"Шпионы Ватикана..." О трагическом пути священников-миссионеров. Воспоминания Пьетро Леони, обзор материалов следственных дел - Пьетро Леони
Шрифт:
Интервал:
И все же Господь дал мне убедиться, что в глубине души я люблю Его. А случилось это так: был канун Рождества 1952 года. Выйдя утром на работу в штрафной бригаде, я оставил Святые Дары своему тогда самому близкому другу, отцу Иулию 3., священнику из Закарпатья. Поскольку вечером он тоже должен был идти на работу (на ту самую выемку грунта для железной дороги, о которой было рассказано выше), мы договорились увидеться через день, послезавтра, и решили, что он оставит Евхаристию под подушкой, а я заберу ее, когда вернусь.
Казалось, мы договорились ясно, но вышло недоразумение.
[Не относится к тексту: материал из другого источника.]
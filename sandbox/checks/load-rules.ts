/**
 * Sums of electrical planning. Figures are a planning aid: plate ratings win, and a licensed
 * electrician and the local authority decide. Source: NEC 210.20(A), 210.19(A) and Article 100
 * (continuous: expected for 3 hours or more), as restated in trade publications.
 */

/** A breaker carries 125 % of the continuous load, so a continuous load may take 80 % of it. */
export const CONTINUOUS_FACTOR = 1.25;

/** Gives the breaker (amperes) that a continuous and another load ask for together. */
export function neededBreakerAmps(continuousAmps: number, otherAmps = 0): number {
  return CONTINUOUS_FACTOR * continuousAmps + otherAmps;
}

/** Gives the watts that may burn for hours on a circuit. */
export function continuousLimitWatts(volts: number, breakerAmps: number, share = 1 / CONTINUOUS_FACTOR): number {
  return volts * breakerAmps * share;
}

/** Gives kilowatt-hours of a load. */
export function energyKilowattHours(watts: number, hours: number): number {
  return (watts * hours) / 1000;
}

/** Gives the share of its electrical life (switchings at rated load) that a relay uses up in so many plays of a show; 1 is all of it. */
export function relayWearShare({
  cyclesPerShow,
  plays,
  lifeCycles,
}: {
  readonly cyclesPerShow: number;
  readonly plays: number;
  readonly lifeCycles: number;
}): number {
  return (cyclesPerShow * plays) / lifeCycles;
}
Вернувшись с работы, я ничего под подушкой не нашел. Спросил, не было ли случайно обыска: нет. Значит, украли, решили, что там деньги, а потом выбросили. Какое несчастье! Как неосторожно мы договорились! Ужасна была эта Рождественская ночь! Я служил, а сам страдал от потрясения. Тогда мне стала понятнее мука Марии и Иосифа, когда в храме они потеряли обожаемого Отрока. В тревоге я дожидался возвращения отца Иулия, ждал его объяснений и готовился горевать вместе с ним. Слава Богу, все объяснилось просто: он оставил Святые Дары не под моей, а под своей подушкой, а мне это и в голову не пришло! Зато Рождество стало наконец Рождеством.
Для нас, католиков, причастие даже в лагере было главной поддержкой; к сожалению, причащались немногие. Вообще, верующие составляли примерно треть всего числа заключенных лагеря, но не причащались они по разным причинам. Прежде всего вера многих пошатнулась, люди погрузились в апатию и, даже узнав о возможности причаститься, пренебрегали ею; оказавшись в отчаянных условиях, они и слышать ни о чем не хотели.
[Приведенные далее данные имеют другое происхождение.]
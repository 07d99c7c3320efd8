import { describe, expect, it } from "vitest";
import { buildLayout, buildShow, buildSong, colour, on } from "../../tests/factories/small-show.ts";
import { createCheckContext } from "./context.ts";
import { countPictureFlashes, findPictureFlashes } from "./picture-flash.ts";

/**
 * The worked examples again, this time through the show check as it stands: a light fills the middle of
 * the reference picture and shows the frames one after another.
 *
 * Source: the grey codes and colours of jbjord/pse-test-media (BSD 3-Clause, by an author of the TRACE
 * guideline), 30 frames a second; WCAG 2.2, success criterion 2.3.1, and its technique G19.
 */
const layout = buildLayout(
  Array.from({ length: 8 }, () => ({
    side: "north" as const,
    outlets: [{ kind: "colour" as const, part: "windows" }],
  })),
);
const ALL = [0, 1, 2, 3, 4, 5, 6, 7];
const song = buildSong();
/** At 120 beats a minute a frame of 1/30 s is 64 ticks. */
const FRAME_BEATS = 1 / 15;
/** The light is white, then falls to the first frame's colour; a second and a half later the example begins. */
const FALL_BEAT = 1;
const FIRST_BEAT = 4;

/** A colour 0xRRGGBB and the number of frames that it stays. */
type Step = number | readonly [colour: number, frames: number];

/** Most general and red flashes in a second. */
function count(steps: readonly Step[]) {
  let frame = 0;
  const cues = steps.map((step, index) => {
    const [shown, frames] = typeof step === "number" ? [step, 1] : step;
    const beat = index === 0 ? FALL_BEAT : FIRST_BEAT + frame * FRAME_BEATS;
    frame += frames;
    return colour(beat, ALL, shown);
  });
  const context = createCheckContext({ timeline: buildShow(layout, [on(0, ALL), ...cues]), layout, song });
  const [general, red] = countPictureFlashes(context);
  return { general: general?.worst, red: red?.worst, isPass: (general?.worst ?? 0) <= 3 && (red?.worst ?? 0) <= 3 };
}
const grey = (code: number) => code * 0x01_01_01;
const greys = (...steps: Step[]) =>
  count(steps.map((step) => (typeof step === "number" ? grey(step) : [grey(step[0]), step[1]])));

describe("general flashes of the public test set (pse-test-media)", () => {
  it("f001 fails: seven transitions between 64 and 109", () => {
    expect(greys(64, 109, 64, 109, 64, 109, 64, [109, 25])).toMatchObject({ general: 4, isPass: false });
  });
  it("c001 passes: six transitions are three flashes", () => {
    expect(greys(64, 109, 64, 109, 64, 109, [64, 25])).toMatchObject({ general: 3, isPass: true });
  });
  it("l001 passes: 64 and 108 are 0.0987 apart, so only coming on counts", () => {
    expect(greys(64, 108, 64, 108, 64, 108, 64, [108, 25])).toMatchObject({ general: 1, isPass: true });
  });
  it("y001 passes: its third peak is 108", () => {
    expect(greys(64, 109, 64, 109, 64, 108, 64, [109, 25])).toMatchObject({ isPass: true });
  });
  it("f009 fails and l009 passes: 231 against 244 and 243", () => {
    expect(greys(231, 244, 231, 244, 231, 244, 231, [244, 25]).isPass).toBe(false);
    expect(greys(231, 243, 231, 243, 231, 243, 231, [243, 25]).isPass).toBe(true);
  });
  it("leaves 232 against white alone: its darker state is not below 0.80", () => {
    expect(greys(232, 255, 232, 255, 232, 255, 232, [255, 25]).isPass).toBe(true);
  });
  it("f011 fails and c011 passes: seven transitions within 29 frames, and over exactly one second", () => {
    const until = (last: number) => greys([64, 1], 109, [64, 6], 109, [64, 7], 109, [64, last - 16], 109, [64, 20]);
    expect(until(29)).toMatchObject({ general: 4, isPass: false });
    expect(until(30)).toMatchObject({ general: 3, isPass: true });
  });
  it("f031 fails: 64, 109, 139 in steps is one transition a climb", () => {
    const steps = [64, 109, 139, 109] as const;
    expect(greys(...steps, ...steps, ...steps, 64, 109, [139, 25])).toMatchObject({ general: 4, isPass: false });
  });
  it("l031 fails here: only a rule that lets changes of more than 66 ms go would pass it, and WCAG has none", () => {
    const steps = [64, 108, 136, 108] as const;
    expect(greys(...steps, ...steps, ...steps, 64, 108, [136, 25])).toMatchObject({ general: 4, isPass: false });
  });
});

describe("red flashes of the public test set (pse-test-media)", () => {
  const [RED, OTHER] = [0x65_22_22, 0x09_3f_3f];
  const alternate = (a: number, b: number) => count([a, b, a, b, a, b, a, [b, 25]]);
  it("red f001 fails, with hardly any change in luminance", () => {
    expect(alternate(RED, OTHER)).toMatchObject({ general: 1, red: 4, isPass: false });
  });
  it("red s001 passes: (100, 34, 34) is no saturated red", () => {
    expect(alternate(0x64_22_22, OTHER)).toMatchObject({ red: 0, isPass: true });
  });
  it("red d001 passes by the definition of 2.2 and fails by that of 2.1, which is stricter here", () => {
    expect(alternate(RED, 0x19_3e_3e)).toMatchObject({ general: 1, red: 4, isPass: false });
  });
  it("red against (255, 128, 0) and (180, 0, 0): no red flash in 2.2, and one in 2.1", () => {
    expect(alternate(0xff_00_00, 0xff_80_00).red).toBe(4);
    expect(alternate(0xff_00_00, 0xb4_00_00).red).toBe(4);
  });
});

describe("technique G19: a flash is a pair of opposing transitions", () => {
  const alternating = (transitions: number) =>
    greys(...Array.from({ length: transitions }, (_, turn) => (turn % 2 === 0 ? 0 : 200)), [
      transitions % 2 === 0 ? 0 : 200,
      25,
    ]);
  it("lets six alternating transitions in a second pass and seven fail, whichever way the first goes", () => {
    expect([alternating(6), alternating(7)].map(({ isPass }) => isPass)).toEqual([true, false]);
    const fromBright = (transitions: number) =>
      greys(0, [200, 40], ...Array.from({ length: transitions - 1 }, (_, turn) => (turn % 2 === 0 ? 0 : 200)), [
        transitions % 2 === 0 ? 200 : 0,
        25,
      ]);
    expect([fromBright(6), fromBright(7)].map(({ isPass }) => isPass)).toEqual([true, false]);
  });
});

describe("steps of music that switch between dark and bright (computed: transitions a second are steps a second)", () => {
  const rulesAt = (tempo: number, step: number) => {
    const cues = Array.from({ length: Math.floor(32 / step) }, (_, turn) => on(turn * step, ALL, turn % 2 ? 0 : 100));
    const show = { timeline: buildShow(layout, cues), layout, song: buildSong({}, { tempo }) };
    return countPictureFlashes(createCheckContext(show))[0]?.worst ?? 0;
  };
  it("120 a minute: quarters and eighths pass, sixteenths fail", () => {
    expect([1, 0.5, 0.25].map((step) => rulesAt(120, step))).toEqual([1, 2, 4]);
  });
  it("eighths pass at 180 a minute, exactly six a second, and fail at 181", () => {
    expect(rulesAt(180, 0.5)).toBe(3);
    expect(rulesAt(181, 0.5)).toBe(4);
  });
  it("sixteenths pass at 90 a minute and fail at 100", () => {
    expect(rulesAt(90, 0.25)).toBe(3);
    expect(rulesAt(100, 0.25)).toBe(4);
  });
});

describe("what the picture rule says of them", () => {
  it("names a stop with the count and the limit, unless the street rule stops the side already", () => {
    const frames = [0x65_22_22, 0x09_3f_3f];
    const cues = Array.from({ length: 8 }, (_, turn) =>
      colour(FIRST_BEAT + turn * FRAME_BEATS, ALL, frames[turn % 2] ?? 0),
    );
    const context = createCheckContext({ timeline: buildShow(layout, [on(0, ALL), ...cues]), layout, song });
    expect(findPictureFlashes(context)).toMatchObject([
      { rule: "picture-red-flash", severity: "stop", measured: { value: 4, limit: 3 } },
    ]);
  });
});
Вдобавок жили мы в атмосфере подозрительности и не решались уговаривать исповедоваться: кто-то мог решить, что мы хотим вызнать тайны и донести. Люди в лагере, плохие и хорошие, перемешались, условия жизни уравняли профессора и крестьянина, богатого и нищего, честного и вора, священника и атеиста. Пойди докажи подлинность собственной священнической миссии!
Кроме того, сам священник не доверял людям и осторожности ради далеко не всем сообщал время и место мессы. Да и сомневался, открывать ли тайну духовно незрелым; те привыкли видеть Евхаристию, окруженную сиянием и светом. Не утратят ли они благоговения, увидев Ее в этом убожестве? В этом отношении требовалась крайняя осторожность с православными, которые с трудом отличают божественное установление от церковного; даже с православными священниками. Эти скорее решились бы совершать литургию без вина, чем без священных облачений и антиминса. Что и говорить, если они предпочитали получать Евхаристию по почте в посылке; и в лагерных условиях сами не служили! С подобным явлением я столкнулся в последние недели заключения.
Жаль, что таким образом на протяжении многих лет оставались без причастия многие прекрасные души, в том числе и молодые православные: они порой, строго блюдя посты и праздники, проявляли такую стойкость, что вызывали удивление у наших верующих. Правда, христианская мораль не требует подобной стойкости; в некоторых обстоятельствах она освобождает и от соблюдения поста, и от праздничного отдыха во избежание слишком тяжелых последствий. Но православные ничего о том не знали и, чтобы не нарушить церковных установлений, терпели лишения.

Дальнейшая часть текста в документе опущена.